As the state with the highest number of people in the nation that has endured several long-term droughts, California is grappling with the prospect of water shortages. In an effort to help address the issue, a report by a team of scientists, engineers, economists and legal experts from four California universities has put forth a plan for significant reform.
In describing the problems faced by the state, the report notes that not only are there no longer new sources of water but that existing water quality has deteriorated as pollution, especially from agricultural runoff of chemical fertilizers and pesticides, has increased.
In addition, many current water management strategies lack focus and are outdated, with an historical lack of groundwater quality regulation having harmed animal species as well as generating conflict in how to prioritize water use.
The report recommends a range of new approaches that include first and foremost to prioritize the restoration of entire ecosystems, with encouragement toward conservation, more supervision of groundwater extraction, and a cap-and-trade program to limit the discharge of pollutants.
Noting the need for comprehensive change, report co-author and a senior fellow at the Public Policy Institute of California, Dr.
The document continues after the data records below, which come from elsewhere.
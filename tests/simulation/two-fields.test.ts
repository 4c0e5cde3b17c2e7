import { describe, expect, it } from 'vitest';
import { collectorByCover } from '@/data/collectors/generic';
import { createSimulator } from '@/lib/simulation/simulate';
import { example, yearOf } from './example-runs';

const simulator = createSimulator();
const one = example();
const { collector, array } = one.design;
const solar = ({ year }: ReturnType<typeof yearOf>) => year.solarHeatingKwh + year.solarTapKwh;

describe('two collector fields on one store', () => {
  it('closes its balance with fields of different kind, orientation and months', () => {
    const result = yearOf(
      example({
        second: {
          collector: collectorByCover['selective glass'],
          array: {
            ...array,
            areaM2: 6,
            tiltDeg: 45,
            azimuthDeg: 240,
            mountedMonths: Array<boolean>(12).fill(true),
          },
        },
      }),
      simulator,
    );
    expect(result.balance.residualShare).toBeLessThan(1e-11);
    expect(result.dryParts.some(({ name }) => name.endsWith('second field'))).toBe(true);
    expect(solar(result)).toBeGreaterThan(solar(yearOf(one, simulator)));
  });

  it('gives nearly the heat of one field when a field is cut in two equal halves', () => {
    const whole = yearOf(example({ array: { pipeLengthM: 0 } }), simulator);
    const half = {
      ...array,
      areaM2: array.areaM2 / 2,
      pipeLengthM: 0,
      mountedMonths: Array<boolean>(12).fill(true),
    };
    const halves = yearOf(example({ array: half, second: { collector, array: half } }), simulator);
    expect(Math.abs(solar(halves) / solar(whole) - 1)).toBeLessThan(5e-3);
    expect(halves.year.planeKwh).toBeCloseTo(whole.year.planeKwh, 6);
    // each half has pipes of its own, in which half the flow meets less friction
    expect(halves.year.pumpKwh).toBeLessThan(whole.year.pumpKwh);
  });

  it('is the same as one field when the second has no area or no months', () => {
    const empty = yearOf(example({ second: { collector, array: { ...array, areaM2: 0 } } }), simulator);
    expect(solar(empty)).toBe(solar(yearOf(one, simulator)));
  });
});
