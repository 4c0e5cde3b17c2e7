import { describe, expect, it } from 'vitest';
import { collectorByCover } from '@/data/collectors/generic';
import { demonstration } from '@/data/demonstration/larkspur-house';
import { quadraticLoss, steadyPower } from '@/lib/physics/collector';
import { collectorCurveSchema, incidenceModifierSchema } from '@/lib/schemas/collector';
import { arraySchema } from '@/lib/schemas/design';
import { houseSchema } from '@/lib/schemas/house';
import { PlanBuilder } from '@/lib/simulation/build-plan';
import type { CollectorCurve, House } from '@/lib/simulation/design';
import { example, type Change } from './example-runs';

const builder = new PlanBuilder();
const sum = (values: Float64Array) => values.reduce((total, value) => total + value, 0);
const open: Partial<House> = { horizon: [] };
const hill = (altitudeDeg: number): Partial<House> => ({
  horizon: [
    { azimuthDeg: 90, altitudeDeg: 0 },
    { azimuthDeg: 160, altitudeDeg },
    { azimuthDeg: 230, altitudeDeg: 0 },
  ],
});
const planOf = (change: Change) => builder.plan(example(change)).columns;

function withCurve(change: Partial<CollectorCurve>) {
  const input = example({ house: open, cover: 'glass' });
  const collector = { ...input.design.collector, curve: { ...input.design.collector.curve, ...change } };
  return { ...input, design: { ...input.design, collector } };
}
const absorbed = (change: Partial<CollectorCurve>) => builder.plan(withCurve(change)).columns.absorbedWm2;

describe('the horizon in a design', () => {
  it('takes sun from array and windows, more the higher it stands', () => {
    const heights = [open, hill(5), hill(12), hill(30)].map((house) => planOf({ house }));
    for (let i = 1; i < heights.length; i++) {
      expect(sum(heights[i]!.planeWm2)).toBeLessThan(sum(heights[i - 1]!.planeWm2));
      expect(sum(heights[i]!.absorbedWm2)).toBeLessThan(sum(heights[i - 1]!.absorbedWm2));
      expect(sum(heights[i]!.windowSunW)).toBeLessThan(sum(heights[i - 1]!.windowSunW));
    }
  });

  it('is remembered with the plane: a hill does not linger in an open plan', () => {
    const before = sum(planOf({ house: open }).planeWm2);
    planOf({ house: hill(20) });
    expect(sum(planOf({ house: open }).planeWm2)).toBe(before);
    expect(builder.dry(example({ house: hill(40) })).plateC).not.toEqual(
      builder.dry(example({ house: open })).plateC,
    );
  });

  it('stands in the demonstration: the hill to the south-east costs mornings, and afternoons only their share of sky', () => {
    const [seen, free] = [{}, open].map((house) => planOf({ house }).absorbedWm2) as [
      Float64Array,
      Float64Array,
    ];
    const half = (values: Float64Array, morning: boolean) => values.filter((_, h) => h % 24 < 12 === morning);
    expect(demonstration.house.horizon).toHaveLength(4);
    expect(sum(half(seen, true))).toBeLessThan(0.985 * sum(half(free, true)));
    expect(sum(half(seen, false))).toBeGreaterThan(0.98 * sum(half(free, false)));
    expect(sum(half(seen, false))).toBeLessThan(sum(half(free, false)));
  });
});

describe('rows in a design', () => {
  const rows = { rows: 4, rowSpacingM: 3, rowHeightM: 2 };

  it('shade the array and nothing else', () => {
    const one = planOf({});
    const four = planOf({ array: rows });
    expect(sum(four.planeWm2)).toBeLessThan(sum(one.planeWm2));
    expect(sum(four.windowSunW)).toBe(sum(one.windowSunW));
    expect(planOf({ array: { ...rows, rows: 1 } }).planeWm2).toBe(one.planeWm2);
  });

  it('leave the first row as hot as ever when it stands dry', () => {
    expect(builder.dry(example({ array: rows })).plateC).toEqual(builder.dry(example({})).plateC);
  });
});

describe('the modifier in a design', () => {
  const b0 = 0.11;
  /** the b0 form at 0, 10 … 80°, and 0 at 90° */
  const values = Array.from({ length: 10 }, (_, i) =>
    i === 9 ? 0 : Math.max(0, 1 - b0 * (1 / Math.cos((i * Math.PI) / 18) - 1)),
  );
  const ones = Array<number>(10).fill(1);

  it('by a table of the b0 form is near the b0 form', () => {
    const form = sum(absorbed({ b0 }));
    expect(sum(absorbed({ modifier: { kind: 'table', values } })) / form).toBeCloseTo(1, 2);
  });

  it('by a table of ones takes all beam, and a pair of ones does too', () => {
    const all = absorbed({ b0: 0 });
    const table = absorbed({ modifier: { kind: 'table', values: ones } });
    const pair = absorbed({
      modifier: { kind: 'pair', longitudinal: ones, transversal: ones, ribs: 'along the slope' },
    });
    expect(table).toEqual(pair);
    for (let h = 0; h < 8760; h++) expect(table[h]).toBeCloseTo(all[h]!, 9);
  });

  it('by a pair depends on how the ribs run', () => {
    const of = (ribs: 'along the slope' | 'across the slope') =>
      sum(absorbed({ modifier: { kind: 'pair', longitudinal: ones, transversal: values, ribs } }));
    const table = sum(absorbed({ modifier: { kind: 'table', values } }));
    expect(of('along the slope')).not.toBeCloseTo(of('across the slope'), 0);
    expect(of('along the slope')).toBeGreaterThan(table);
    expect(of('across the slope')).toBeGreaterThan(table);
  });
});

describe('the terms a7 and a8', () => {
  const at = { beamWm2: 0, beamModifier: 1, diffuseWm2: 0, airC: 0, windMPerS: 3, longwaveWm2: 0 };
  const bare = { eta0Beam: 0.8, diffuseModifier: 1, a1: 0, a2: 0, a3: 0, a4: 0, a6: 0 };

  it('a8 folded into a2 loses the same at 40 K and errs by a8 Δ²(Δr² − Δ²) elsewhere', () => {
    for (const deltaK of [10, 28.3, 40, 80]) {
      const whole = steadyPower({ ...bare, a8: 1e-8 }, deltaK, at);
      const folded = steadyPower({ ...bare, a2: quadraticLoss(0, 1e-8) }, deltaK, at);
      expect(whole - folded).toBeCloseTo(1e-8 * deltaK ** 2 * (1600 - deltaK ** 2), 12);
      expect(Math.abs(whole - folded)).toBeLessThan(deltaK > 40 ? 0.31 : 0.0065);
    }
    expect(builder.plan(withCurve({ a8: 1e-7 })).array.a2).toBeCloseTo(
      collectorByCover.glass.curve.a2 + 1.6e-4,
      12,
    );
  });

  it('a7 takes from the sky’s term what the wind adds: like a4 smaller by a7 (u − 3)', () => {
    const input = withCurve({ a4: 0.5, a7: 0.05 });
    const windy = builder.plan(input).columns.absorbedWm2;
    const calm = absorbed({ a4: 0.5 });
    const none = absorbed({});
    const { weather, design } = input;
    for (let h = 1; h < 8760; h += 7) {
      const wind = 0.5 * (weather.windMPerS[h - 1]! + weather.windMPerS[h]!);
      const used = weather.pointValues === 'stamp' ? wind : weather.windMPerS[h]!;
      const share = (0.05 * (used * design.array.windFactor - 3)) / 0.5;
      expect(calm[h]! - windy[h]!).toBeCloseTo(share * (calm[h]! - none[h]!), 9);
    }
  });
});

describe('records from before these fields', () => {
  it('are read with the defaults that change nothing', () => {
    const { horizon, ...house } = demonstration.house;
    expect(horizon).toHaveLength(4);
    expect(houseSchema.parse(house).horizon).toEqual([]);
    const { rows, rowSpacingM, rowHeightM, ...array } = demonstration.designs[0].array;
    expect([rows, rowSpacingM, rowHeightM]).toEqual([1, 6, 2]);
    expect(arraySchema.parse(array).rows).toBe(1);
    const { modifier, a7, a8, ...curve } = demonstration.designs[0].collector.curve;
    expect([modifier, a7, a8]).toEqual([{ kind: 'b0' }, 0, 0]);
    expect(collectorCurveSchema.parse(curve)).toEqual(demonstration.designs[0].collector.curve);
  });

  it('a table has ten values, within their limits', () => {
    const parse = (values: number[]) => incidenceModifierSchema.safeParse({ kind: 'table', values }).success;
    expect(parse(Array<number>(10).fill(0.9))).toBe(true);
    expect(parse(Array<number>(9).fill(0.9))).toBe(false);
    expect(parse([...Array<number>(9).fill(0.9), 1.6])).toBe(false);
    expect(incidenceModifierSchema.parse({ kind: 'table' })).toMatchObject({ values: { length: 10 } });
  });
});
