'use client';

import { PageFrame } from '@/components/page-frame';
import { SiteNav } from '@/components/site-nav';

interface ErrorPageProps {
  error: Error & { digest?: string };
  retry: () => void;
}

/** What a page shows when something unexpected broke while it was drawn. Expected failures never get here. */
export default function ErrorPage({ error, retry }: ErrorPageProps) {
  return (
    <PageFrame nav={<SiteNav />}>
      <section role="alert" className="max-w-[34rem] pt-10">
        <h1 className="mb-4">This page could not be drawn.</h1>
        <p className="mb-4">
          Something broke on our side, or the database does not answer. What was saved before is still there.
        </p>
        <p className="mb-6">
          <button type="button" className="framed" onClick={retry}>
            Try again
          </button>
        </p>
        {error.digest && <p className="text-note text-muted">Mark of this failure: {error.digest}</p>}
      </section>
    </PageFrame>
  );
}
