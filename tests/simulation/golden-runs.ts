import { climateYear } from '@/data/climates/climates';
import type { DesignFile } from '@/lib/schemas/design-file';
import type { YearResult } from '@/lib/simulation/results';
import { createSimulator } from '@/lib/simulation/simulate';

/** A year whose inputs are frozen beside its sums, so that neither new defaults nor a new demonstration move it. */
export interface GoldenRun {
  name: string;
  climateId: string;
  file: DesignFile;
  sums: Record<string, number>;
}

export interface Golden {
  engineVersion: string;
  runs: GoldenRun[];
}

/** Sums of the year that are booked in double precision [kWh, h, -]. */
export function goldenSums({ year, months, balance }: YearResult): Record<string, number> {
  const rowSums = (row: (typeof months)[number]) => ({
    heatingKwh: row.heatingKwh,
    tapKwh: row.tapKwh,
    solarHeatingKwh: row.solarHeatingKwh,
    solarTapKwh: row.solarTapKwh,
    backupHeatingKwh: row.backupHeatingKwh,
    backupTapKwh: row.backupTapKwh,
    unmetKwh: row.unmetKwh,
    collectedKwh: row.collectedKwh,
    planeKwh: row.planeKwh,
    storeLossKwh: row.storeLossKwh,
    pipeLossKwh: row.pipeLossKwh,
    pumpKwh: row.pumpKwh,
    unusedKwh: row.unusedKwh,
  });
  const groups: Record<string, object> = {
    year: rowSums(year),
    january: rowSums(months[0]!),
    july: rowSums(months[6]!),
    fractions: year.fractions,
    bought: { boughtKwh: year.boughtKwh, reference: year.referenceBoughtKwh, need: year.referenceNeedKwh },
    in: balance.inKwh,
    out: balance.outKwh,
    stored: balance.storedKwh,
  };
  return Object.fromEntries(
    Object.entries(groups).flatMap(([group, values]) =>
      Object.entries(values).map(([name, value]) => [`${group}.${name}`, Number(value)]),
    ),
  );
}

/** Works a frozen year with the present engine. */
export function workGolden({
  climateId,
  file,
}: Pick<GoldenRun, 'climateId' | 'file'>): Record<string, number> {
  const weather = climateYear(climateId);
  if (!weather) throw new Error(`There is no climate ${climateId}.`);
  const outcome = createSimulator().run({ weather, ...file });
  if (!outcome.ok) throw new Error(outcome.message);
  return goldenSums(outcome.result);
}
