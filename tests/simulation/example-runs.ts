import { climates } from '@/data/climates/climates';
import { collectorByCover } from '@/data/collectors/generic';
import { demonstration } from '@/data/demonstration/larkspur-house';
import type { Collector, Design, House, Numerics } from '@/lib/simulation/design';
import type { YearResult } from '@/lib/simulation/results';
import { createSimulator, type SimulationInput, type Simulator } from '@/lib/simulation/simulate';

export const [upland, lowland] = climates.map((climate) => climate.weatherYear()) as [
  SimulationInput['weather'],
  SimulationInput['weather'],
];

/** What a case changes of the demonstration's house and its first design. */
export interface Change {
  cover?: Collector['cover'];
  array?: Partial<Design['array']>;
  second?: Design['second'];
  loop?: Partial<Design['loop']>;
  controller?: Partial<Design['controller']>;
  store?: Partial<Design['store']>;
  supply?: Partial<Design['supply']>;
  house?: Partial<House>;
  hotWater?: Partial<House['hotWater']>;
  backup?: Partial<House['backup']>;
  numerics?: Partial<Numerics>;
  weather?: SimulationInput['weather'];
}

/** The demonstration's house with 24 m² mounted all year, changed. */
export function example(change: Change = {}): SimulationInput {
  const { house, designs } = demonstration;
  const design: Design = designs[0]!;
  return {
    weather: change.weather ?? upland,
    house: {
      ...house,
      ...change.house,
      hotWater: { ...house.hotWater, ...change.hotWater },
      backup: { ...house.backup, ...change.backup },
    },
    design: {
      collector: change.cover ? collectorByCover[change.cover] : design.collector,
      array: { ...design.array, mountedMonths: Array<boolean>(12).fill(true), ...change.array },
      second: change.second ?? null,
      loop: { ...design.loop, ...change.loop },
      controller: { ...design.controller, ...change.controller },
      store: { ...design.store, ...change.store },
      supply: { ...design.supply, ...change.supply },
    },
    numerics: { theta: 0.5, skyModel: 'hdkr', ...change.numerics },
  };
}

const { floor, radiators, zones } = demonstration.house.emitters;

export const onlyFloor: House['emitters'] = {
  kind: 'water',
  floor,
  radiators: { ...radiators, ratedW: 0 },
  zones,
};
export const onlyRadiators: House['emitters'] = {
  kind: 'water',
  floor: { ...floor, areaM2: 0 },
  radiators: { ...radiators, ratedW: 18_000 },
  zones,
};
export const idealHeat: House['emitters'] = { ...demonstration.house.emitters, kind: 'ideal' };
/** Radiators fed with 55 °C on the coldest day. */
export const supply55: Design['supply'] = { designSupplyC: 55, designSpreadK: 12, limitC: 65 };

/** The year of a design; throws where the engine answers with an error. */
export function yearOf(input: SimulationInput, simulator: Simulator = createSimulator()): YearResult {
  const outcome = simulator.run(input);
  if (!outcome.ok) throw new Error(`${outcome.code}: ${outcome.message}`);
  return outcome.result;
}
Ellen Hanak said, “If we take bold steps now, we can move from an era of conflict to one of reconciliation, where water is managed more flexibly and comprehensively, to benefit both the economy and the environment.”
Our thanks, Dr. Hanak and associates for your work together in assessing and seeking to improve supplies of this vital resource. May we all adopt the most considerate and sustainable lifestyles to ensure water security for the people of California and the world.